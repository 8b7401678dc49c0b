//! From raw data to yields: list-mode events (one row per detected particle) or histogram
//! spectra, through an energy calibration, gates around the kinematic energy of each state
//! (or written windows), optional 2-D particle-identification polygons on (E, ΔE), and a
//! background from side bands or from a Gaussian peak fit. The result is the yields table of
//! [`crate::yields`], so every later stage runs unchanged, with a tally of where every event
//! went, the spectra and the gate positions.
//!
//! Every event lands in exactly one tally, checked in this order: unknown detector id;
//! invalid value (NaN, negative, at or above the overflow channel, or an invalid ΔE where a
//! polygon needs it); pile-up or veto flag; outside the detector's PID polygon (counted as
//! outside all gates); then the first window (states in config order) or side band that
//! holds its energy; else outside all gates.
//!
//! Energies: E(c) = e₀ + g c + q c² (MeV) for ADC channel c, with its uncertainty
//! σ_E² = σ_e₀² + c² σ_g² (offset and gain errors independent). Automatic windows:
//! E_kin ± w σ_res, side bands of width b σ_res at a gap of d σ_res on both sides; the
//! linear background under the peak is (N_left + N_right) · W_peak/(W_left + W_right), its
//! variance (N_left + N_right) (W_peak/(W_left + W_right))² (common practice). E_kin is the
//! relativistic two-body energy of the detected particle at the detector's angle, without
//! energy loss in the target or a dead layer (put that in the calibration). Where the angle
//! is double valued (a heavy beam on a lighter target), each state gets one gate per
//! kinematic branch, and its yields row carries the `branch`.
//!
//! `config.rs` holds the section as written, `plan.rs` the checked plan (calibrations, gates,
//! channel categories), `accumulate.rs` the tallies and histograms of one run, `peaks.rs`
//! the peak-fit background; the polygon test is [`crate::physics::polygon`].

mod accumulate;
mod config;
mod peaks;
mod plan;

pub use accumulate::{Accumulator, BadCount, RawResult, Tally, YieldRow, PID_BINS};
pub use config::{
    BackgroundMethod, CalibrationConfig, EventColumns, GatesConfig, LowEnergyTailConfig, RawConfig, SpectrumColumns,
    WindowConfig,
};
pub use peaks::{FittedPeak, PeakFitRecord, PeakFitSkipped, PEAK_FIT_MIN_COUNTS};
pub use plan::{Gate, Interval, RawPlan, MAX_CHANNELS, UNKNOWN_DETECTOR};

/// Helpers for the unit tests of this folder.
#[cfg(test)]
pub(crate) mod testing {
    use super::RawConfig;

    /// A `raw:` section with calibration E = 0.125 MeV × channel (exact in binary, so the
    /// bins of a region are counted exactly) and one written window for `elastic` with its
    /// side bands; `background` the method.
    pub fn raw(window: &str, background: &str) -> RawConfig {
        serde_yaml::from_str(&format!(
            "{{ columns: {{ detector: det, energy: adc }}, overflow_channel: 1024,
               calibration: {{ all: {{ offset_mev: 0.0, gain_mev_per_channel: 0.125 }} }},
               gates: {{ resolution_mev: 0.1, windows: [{{ detector: A, state: elastic, {window} }}] }},
               background: {background} }}"
        ))
        .expect("the case parses")
    }
}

* * * * *

→ What to work on:
Would you filter the records and copy out each line containing "crate"?

→ Output of the task:
//! [`crate::yields`], so every later stage runs unchanged, with a tally of where every event
//! the peak-fit background; the polygon test is [`crate::physics::polygon`].
pub(crate) mod testing {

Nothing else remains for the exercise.